■ THE TASK
Line by line, copy all of the data exactly.

------

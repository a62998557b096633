import type { Complaint, Expr } from './expression.ts';
import {
  atoms,
  type Context,
  enclosed,
  expect,
  fail,
  flag,
  holding,
  inside,
  is,
  kind,
  lastEnd,
  next,
  numberOf,
  OUTSIDE,
  type Read,
  span,
  start,
  sum,
  take,
  takeDigit,
} from './reader.ts';
import type { TokenKind } from './token-table.ts';
import { source } from './tokens.ts';

const ARGUMENT: Context = { ...OUTSIDE, side: 'argument' };

/** An argument as TeX takes it: a braced group, or the next single digit, letter or command. */
export const readArgument = (within?: Context): Expr => {
  if (kind === '{') {
    next();
    if (is('}')) fail('number');
    return enclosed('}', sum, within);
  }
  if (kind === '0') {
    const digit = takeDigit();
    return numberOf(span(digit.start), BigInt(digit.text));
  }
  if (!is('aeioFrC(')) fail('group');
  return inside(readAtom, is('aei') ? ARGUMENT : within);
};

/** The exponent or bound after `^` or `_`. */
export const readExponent = (): Expr => {
  if (is('0') && /\d/.test(source[start + 1] ?? '')) flag('power-digits');
  if (is('-+')) fail('{');
  return readArgument();
};

/** Takes the token as the beginning of what its kind stands for. */
export const readAtom = (): Expr => atoms[kind]!(next());

/** What is set below and above a sign, in either order and each at most once. */
export const readScripts = <Below, Above>(
  readBelow: Read<Below>,
  readAbove: Read<Above>,
): readonly [below: Below | null, above: Above | null] => {
  let below: Below | null = null;
  let above: Above | null = null;
  while (kind === '_' || kind === '^') {
    const isBelow = next().kind === '_';
    if (isBelow ? below : above) fail('scripts');
    if (isBelow) below = readBelow();
    else above = readAbove();
  }
  return [below, above];
};

/** Expressions parted by commas or semicolons, up to the bracket that closes them. */
export const readItems = (close: TokenKind, complaint?: Complaint): Expr[] =>
  enclosed(close, readList, holding(), complaint);

/** Expressions parted by commas or semicolons. */
export const readList = (): Expr[] => {
  const items = [];
  do items.push(sum());
  while (take(',;'));
  return items;
};

/** The letter after a `_`, in canonical spelling: `_1`, `_{max}`; empty where there is none. */
export const readSubscript = (): string => {
  if (kind !== '_') return '';
  next();
  if (is('0')) return `_${takeDigit().text}`;
  const from = start;
  let depth = 0;
  if (!is('{aeioT')) fail('subscript');
  do {
    if (is('$')) fail('}');
    if (is('{')) depth += 1;
    if (next().kind === '}') depth -= 1;
  } while (depth > 0);
  const text = source
    .slice(from, lastEnd)
    .replace(SUBSCRIPT_LAYOUT, (_, command: string | undefined) => (command ? `${command} ` : ''));
  if (!/^(?:[\w,+\-' ]|\\[a-zA-Z])+$/.test(text)) fail('subscript');
  return text[1] ? `_{${text}}` : `_${text}`;
};

/** Styles, braces and blanks go; a blank that ends a command stays. */
const SUBSCRIPT_LAYOUT =
  /\\(?:text|mathrm|mathit|operatorname|textrm|mbox)(?![a-zA-Z]) *|(\\[a-zA-Z]+)\s+(?=[a-zA-Z])|[{}\s]|\\[,;:! ]/g;

/** A letter that a calculus sign names: the x of dx, the k of a sum. */
export const readName = (): string => expect('ai', 'letter').text + readSubscript();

------

■ ANSWER TO THE PROBLEM
repository a62998557b096633
import type { Complaint, Expr } from './expression.ts';
import {
  atoms,
  type Context,
  enclosed,
  expect,
  fail,
  flag,
  holding,
  inside,
  is,
  kind,
  lastEnd,
  next,
  numberOf,
  OUTSIDE,
  type Read,
  span,
  start,
  sum,
  take,
  takeDigit,
} from './reader.ts';
import type { TokenKind } from './token-table.ts';
import { source } from './tokens.ts';

const ARGUMENT: Context = { ...OUTSIDE, side: 'argument' };

/** An argument as TeX takes it: a braced group, or the next single digit, letter or command. */
export const readArgument = (within?: Context): Expr => {
  if (kind === '{') {
    next();
    if (is('}')) fail('number');
    return enclosed('}', sum, within);
  }
  if (kind === '0') {
    const digit = takeDigit();
    return numberOf(span(digit.start), BigInt(digit.text));
  }
  if (!is('aeioFrC(')) fail('group');
  return inside(readAtom, is('aei') ? ARGUMENT : within);
};

/** The exponent or bound after `^` or `_`. */
export const readExponent = (): Expr => {
  if (is('0') && /\d/.test(source[start + 1] ?? '')) flag('power-digits');
  if (is('-+')) fail('{');
  return readArgument();
};

/** Takes the token as the beginning of what its kind stands for. */
export const readAtom = (): Expr => atoms[kind]!(next());

/** What is set below and above a sign, in either order and each at most once. */
export const readScripts = <Below, Above>(
  readBelow: Read<Below>,
  readAbove: Read<Above>,
): readonly [below: Below | null, above: Above | null] => {
  let below: Below | null = null;
  let above: Above | null = null;
  while (kind === '_' || kind === '^') {
    const isBelow = next().kind === '_';
    if (isBelow ? below : above) fail('scripts');
    if (isBelow) below = readBelow();
    else above = readAbove();
  }
  return [below, above];
};

/** Expressions parted by commas or semicolons, up to the bracket that closes them. */
export const readItems = (close: TokenKind, complaint?: Complaint): Expr[] =>
  enclosed(close, readList, holding(), complaint);

/** Expressions parted by commas or semicolons. */
export const readList = (): Expr[] => {
  const items = [];
  do items.push(sum());
  while (take(',;'));
  return items;
};

/** The letter after a `_`, in canonical spelling: `_1`, `_{max}`; empty where there is none. */
export const readSubscript = (): string => {
  if (kind !== '_') return '';
  next();
  if (is('0')) return `_${takeDigit().text}`;
  const from = start;
  let depth = 0;
  if (!is('{aeioT')) fail('subscript');
  do {
    if (is('$')) fail('}');
    if (is('{')) depth += 1;
    if (next().kind === '}') depth -= 1;
  } while (depth > 0);
  const text = source
    .slice(from, lastEnd)
    .replace(SUBSCRIPT_LAYOUT, (_, command: string | undefined) => (command ? `${command} ` : ''));
  if (!/^(?:[\w,+\-' ]|\\[a-zA-Z])+$/.test(text)) fail('subscript');
  return text[1] ? `_{${text}}` : `_${text}`;
};

/** Styles, braces and blanks go; a blank that ends a command stays. */
const SUBSCRIPT_LAYOUT =
  /\\(?:text|mathrm|mathit|operatorname|textrm|mbox)(?![a-zA-Z]) *|(\\[a-zA-Z]+)\s+(?=[a-zA-Z])|[{}\s]|\\[,;:! ]/g;

/** A letter that a calculus sign names: the x of dx, the k of a sum. */
export const readName = (): string => expect('ai', 'letter').text + readSubscript();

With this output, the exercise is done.